We can define and interval -- say, :math:`\frac{45}{32}`, and find its odd-limit
with the following:

.. code:: python

  from pytuning.number_theory import odd_limit

  interval = sp.Rational(45,32)
  limit = odd_limit(interval)

which yields and answer of 45.

One can also find the odd limit of an entire scale with the ``find_odd_limit_for_scale()``
function:

.. code::

  from pytuning.scales import create_euler_fokker_scale
  from pytuning.number_theory import find_odd_limit_for_scale

  scale = create_euler_fokker_scale([3,5],[3,1])
  limit = find_odd_limit_for_scale(scale)

which yields 135. (Examining the scale:

.. math::

  \left [ 1, \quad \frac{135}{128}, \quad \frac{9}{8}, \quad \frac{5}{4},
  \quad \frac{45}{32}, \quad \frac{3}{2}, \quad \frac{27}{16},
  \quad \frac{15}{8}, \quad 2\right ]

you will see that this is the largest odd number, and is found in
the second degree.)

.. autofunction:: pytuning.number_theory.odd_limit

.. autofunction:: pytuning.number_theory.find_odd_limit_for_scale

Prime Limits
------------

One can also compute `prime limits <https://en.wikipedia.org/wiki/Limit_(music)#Prime_limit>`__
for both scales and intervals.

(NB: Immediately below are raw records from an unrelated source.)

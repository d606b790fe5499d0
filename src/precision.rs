//! Every numerical tolerance of Doublespar, named and explained in one place.
//!
//! The physics is computed in double precision with closed forms wherever they exist, so most
//! results are good to a few units in the last place; the tolerances below decide *physics*
//! questions (is this wave evanescent, do these two rays coincide) and are deliberately far from
//! rounding noise. Tests use [`assert_close`] so that a failure prints both numbers.

/// How far a point may lie off a plane, or behind it along a ray, and still count as on it: this
/// fraction of the distance scale (1 mm plus the distance to the plane's point). Far above the
/// rounding of a face point computed in a stack of tens of millimetres (~10⁻¹⁵ mm), far below any
/// length that matters. A point on a face meets it where it is, however the ray runs: a grazing
/// ray leaving a face into a vanishing gap toward a coinciding face is not decided by rounding
/// (found by the independent face check, `tests/independent_faces.rs`).
pub const ON_PLANE: f64 = 1e-12;

/// Relative tolerance below which two refractive indices are treated as equal when a direction
/// must be chosen for a degenerate mode pair (wave vector along the optic axis). Only the choice
/// of basis depends on it; the indices and phases never do.
pub const DEGENERATE_DIRECTION: f64 = 1e-12;

/// A root q_z of a general crystal's 4×4 system whose imaginary part exceeds this fraction of
/// 1 + |q_z| is evanescent (`general_modes.rs`); below it the root is real and rounding. The
/// Schur form's rounding of a real root is ~10⁻¹⁶ of it, and ~10⁻⁸ only within 10⁻¹⁶ of a critical
/// angle, where the wave grazes the face either way.
pub const EVANESCENT_ROOT: f64 = 1e-10;

/// Two waves of a general crystal whose q_z differ by at most this fraction of 1 + |q_z| are one
/// degenerate pair (along an optic axis), given the documented basis instead of the split that
/// rounding would choose: a few times the rounding of the 4×4 eigenvalues (~10⁻¹⁶ of ‖Δ‖ ≈ n²).
/// Within it the phase the two waves gather apart over a 10 mm crystal is below 10⁻⁹ rad.
pub const DEGENERATE_MODES: f64 = 1e-14;

/// The largest residual |Δψ − q_z ψ| of a general crystal's forward wave found from the forward
/// factor of its characteristic quartic (`forward_waves.rs`), relative to |ψ| times the largest
/// modulus of an entry of Δ; beyond it the general solver answers. Both leave about 10⁻¹⁵.
/// (Native builds and the design worker's, as the forward waves.)
#[cfg(any(not(target_arch = "wasm32"), feature = "design-worker"))]
pub const FORWARD_RESIDUAL: f64 = 1e-12;

/// The smallest gap between the forward pair's lower q_z and the backward pair's upper one,
/// relative to the largest modulus of an entry of Δ, for the forward factor (`forward_waves.rs`)
/// to answer. The pair's
/// subspace is the null space of a quadratic in Δ, found to about ε (|Δ|/gap)²: 10⁻¹³ at this
/// gap, which a plate lit from air at any angle of the cone keeps far above (its forward q_z are
/// near n cos θ, the gap near twice that); waves near grazing inside the crystal go to the general
/// solver.
#[cfg(any(not(target_arch = "wasm32"), feature = "design-worker"))]
pub const FORWARD_SEPARATION: f64 = 0.05;

/// The smallest determinant of the flux form on the forward subspace (an orthonormal basis of
/// it), relative to its squared trace, for the two waves to count as forward: a quarter for two
/// waves of equal flux, near 0 where a wave grazes the face, negative for a forward and a
/// backward wave.
#[cfg(any(not(target_arch = "wasm32"), feature = "design-worker"))]
pub const FORWARD_DEFINITE: f64 = 1e-8;

/// Sweeps of the Schur and SVD iterations of the general mode solver before they are given up
/// (a 4×4 needs a few dozen); a fallback then keeps the answer finite.
pub const EIGEN_SWEEPS: usize = 10_000;

/// Two output rays belong to one spot when the amplitude overlap |γ| of their Gaussian beams
/// (`beam_overlap.rs`) is at least e^−(this), e⁻²: for rays in one direction, when their points lie at
/// most one beam diameter apart, so that the beam circles the end view draws touch or overlap.
/// Spots are the connected groups of such pairs. Rays two diameters apart (|γ| = e⁻⁸ ≈ 3·10⁻⁴)
/// are separate spots; inside a spot every pair interferes with its own weight γ, so a 20 nm
/// residual in a 10 µm beam recombines with overlap 0.99998. Between separate spots the
/// interference left out is at most 2 e⁻² √(P_i P_j) per pair, and none where the polarizations
/// are orthogonal (as a displacer's are).
pub const SPOT_LINK_EXPONENT: f64 = 2.0;

/// Rays whose points lie closer than this fraction of the beam radius share one site: their mode
/// overlap rounds to exactly 1 in double precision (1 − 5·10⁻¹⁹), so their fields are summed
/// directly, which only saves work.
pub const SITE_FRACTION_OF_RADIUS: f64 = 1e-9;

/// Inside a spot, pairs of beams whose overlap exponent d²/(2w²) exceeds this (|γ| < e⁻⁴⁰ ≈
/// 4·10⁻¹⁸, far below the rounding of the powers they would change) are skipped.
pub const OVERLAP_NEGLIGIBLE_EXPONENT: f64 = 40.0;

/// A cut within this angle (radians) of the maximum-walk-off cut tan θ = n_e/n_o is that cut: the
/// walk-off's first derivative there is zero by symmetry and is reported as exactly 0 instead of
/// rounding noise (about 1e-17). The first-order term it hides is below |ρ''| · 1e-12 ≈ 1e-13
/// degrees per degree, far below what any cut can be polished to.
pub const STATIONARY_CUT_RAD: f64 = 1e-12;

/// The planned whole trace (`optics/planned_trace.rs`) declines an incidence where, at some face,
/// a mode's q_z² (or the extraordinary quadratic's discriminant) is at most this fraction of the
/// size of its terms: evanescent, or so near the critical angle that the general tracer, whose
/// operations it repeats in another order here and there, must decide. Such an incidence is traced
/// by the general tracer. 10⁻⁹ of n² lies within ~10⁻⁵ rad of a critical angle, far above the
/// ~10⁻¹⁶ rounding of the terms. (Native builds and the design worker's, as the planned trace.)
#[cfg(any(not(target_arch = "wasm32"), feature = "design-worker"))]
pub const PLANNED_CRITICAL_MARGIN: f64 = 1e-9;

/// How closely the planned whole trace agrees with the general tracer on each ray that leaves
/// forward: power and direction components absolutely (both are at most 1), exit points relative
/// to 1 mm plus their distance from the origin. It repeats the general tracer's wave vectors on
/// real numbers; what differs is the rounding of its fields and transmissions (products by
/// reciprocals, a 2×2 inverse for the 4×4 elimination), of the phase factors the general tracer
/// multiplies into each ray (|e^{iφ}| = 1 to ~10⁻¹⁶ per step) and of the order of a power's sum,
/// ~10⁻¹⁴ in all.
pub const PLANNED_TRACE_AGREEMENT: f64 = 1e-12;

/// A power lost at an element that is smaller than this fraction of the power entering it is
/// rounding, and is reported as zero.
pub const POWER_ROUNDING: f64 = 1e-13;

/// `|S3| / S0` below which an ellipse is reported as linear, and the degree of polarization below
/// which a state is reported as unpolarized.
pub const LINEAR_ELLIPTICITY: f64 = 1e-12;

/// Slack allowed on `S1² + S2² + S3² ≤ S0²` when a Stokes vector is given as input (relative to
/// `S0²`), so that a fully polarized state typed with rounded decimals is accepted.
pub const STOKES_PHYSICAL: f64 = 1e-9;

/// `|n_e − n_o|` below which a design refuses a crystal as not birefringent: a displacer would have
/// no walk-off and a wave plate no retardance to work with. Far below any catalogued crystal
/// (the weakest, quartz, has about 0.009) and far above rounding of indices near 1.5.
pub const NO_BIREFRINGENCE: f64 = 1e-12;

/// Walk-off angle (radians) below which a cut is said to give none (a cut along or across the
/// optic axis): a displacer or recombiner built on it would need a crystal longer than any that
/// can be grown.
pub const NO_WALKOFF_RAD: f64 = 1e-9;

/// Two angles in degrees closer than this are the same direction; a stack's plate counts as
/// crossed with the first when its axis is 90° from it within this.
pub const SAME_ANGLE_DEG: f64 = 1e-9;

/// Two design wavelengths (nm) closer than this are one wavelength: an achromat needs two.
pub const SAME_WAVELENGTH_NM: f64 = 1e-9;

/// A 2 × 2 system whose determinant is smaller than this fraction of its largest product term is
/// singular: the two materials' dispersions are proportional and no achromatic pair exists.
pub const SINGULAR_DETERMINANT: f64 = 1e-9;

/// Halvings of a bracket in every bisection of the designs: 2⁻⁶⁰ ≈ 10⁻¹⁸ of the starting
/// bracket, below the rounding of the bracket's ends, so more steps change nothing.
pub const BISECTION_STEPS: usize = 60;

/// Steps of a golden-section search: 0.618⁸⁰ ≈ 2·10⁻¹⁷ of the starting bracket, below rounding.
pub const GOLDEN_SECTION_STEPS: usize = 80;

/// Central-difference step for a derivative with respect to the angle of incidence (degrees):
/// small enough that the second-order error is far below the tolerances it is multiplied by,
/// large enough that the difference is not rounding.
pub const DIFF_STEP_INCIDENCE_DEG: f64 = 1e-3;

/// Central-difference step for a derivative with respect to the wavelength (nm).
pub const DIFF_STEP_WAVELENGTH_NM: f64 = 1e-2;

/// Central-difference step for a derivative with respect to a crystal's length, as a fraction
/// of the length (at least [`DIFF_STEP_LENGTH_FLOOR_MM`] is taken as the length): the phase it
/// moves stays far below π, so the phase difference needs no unwrapping.
pub const DIFF_STEP_LENGTH_REL: f64 = 1e-6;

/// The smallest length (mm) a length step is taken relative to.
pub const DIFF_STEP_LENGTH_FLOOR_MM: f64 = 1e-3;

/// Central-difference step for a derivative with respect to a crystal's axis tilt (degrees),
/// small for the same reason as the length step.
pub const DIFF_STEP_TILT_DEG: f64 = 1e-5;

/// Rays whose directions differ by at most this over k·w (k the wave number, w the beam radius)
/// count as leaving in one direction when spots are grouped: the tilt term k²w²|Δt|²/8 of their
/// overlap is then below 10⁻²⁴, far under rounding, so the cell-based grouping of one direction
/// gives the same spots as the tilted one.
pub const SAME_DIRECTION_TILT: f64 = 1e-12;

/// Intervals of a waveplate's retardance-against-incidence curve, from 0 to the request's
/// largest incidence; the acceptance angle is bisected between two of its samples.
pub const ANGULAR_CURVE_INTERVALS: usize = 200;

/// Intervals of a waveplate's retardance-against-wavelength curve over its band.
pub const BAND_CURVE_INTERVALS: usize = 120;

/// Intervals of an achromatic pair's curve over its band; its largest error is refined between
/// two samples, so the grid only has to hold the error's peaks apart.
pub const ACHROMAT_CURVE_INTERVALS: usize = 160;

/// Decades below the largest mismatch scanned for a recombiner's breaking mismatch (down to
/// 10⁻⁹ of it), and the scan's samples over them (ten per decade); the break is bisected between
/// the last good and the first bad sample.
pub const BREAK_SCAN_DECADES: f64 = 9.0;
/// See [`BREAK_SCAN_DECADES`].
pub const BREAK_SCAN_SAMPLES: usize = 90;

/// Asserts that `actual` is within `allowed` (absolute) of `expected` and finite, printing both
/// values, the difference and `what` (which should name the source of the expected value). The one
/// comparison every test of a number goes through.
///
/// # Panics
/// When the values differ by more than `allowed`; this is meant for tests.
#[track_caller]
pub fn assert_within(actual: f64, expected: f64, allowed: f64, what: &str) {
    let diff = (actual - expected).abs();
    assert!(
        diff <= allowed && actual.is_finite(),
        "{what}: expected {expected:.15e}, got {actual:.15e} (difference {diff:.3e}, allowed {allowed:.3e})"
    );
}

/// Asserts that `actual` is within `rel` (relative to `max(|expected|, floor)`) of `expected`,
/// printing both values and `what` (which should name the source of the expected value).
///
/// # Panics
/// When the values differ by more than the tolerance; this is meant for tests.
#[track_caller]
#[cfg(test)]
pub fn assert_close(actual: f64, expected: f64, rel: f64, floor: f64, what: &str) {
    assert_within(actual, expected, rel * expected.abs().max(floor), what);
}

/// Half-step of the central difference that gives a design's retardance per kelvin, K: exact for
/// the constant and linear thermo-optic forms, and within a relative 1e-6 for the catalogue's
/// curved ones over ±1 K.
pub const TEMPERATURE_STEP_K: f64 = 1.0;

/// Intervals of the scans and curves of the prism designs (splitter, polarizer, tilt tuning):
/// a wedge angle, an incidence or a tilt is scanned on this grid before it is bisected, and the
/// curves of the answers use it (81 points, among the band checks' 481).
pub const DESIGN_SCAN_INTERVALS: usize = 80;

Extending the above example, one would assume that the
Euler-Fokker scale would have a prime-limit of 5, since that's the highest prime used
in the generation, and in fact:

.. code:: python

  from pytuning.scales import create_euler_fokker_scale
  from pytuning.number_theory import find_prime_limit_for_scale

  scale = create_euler_fokker_scale([3,5],[3,1])
  limit = find_prime_limit_for_scale(scale)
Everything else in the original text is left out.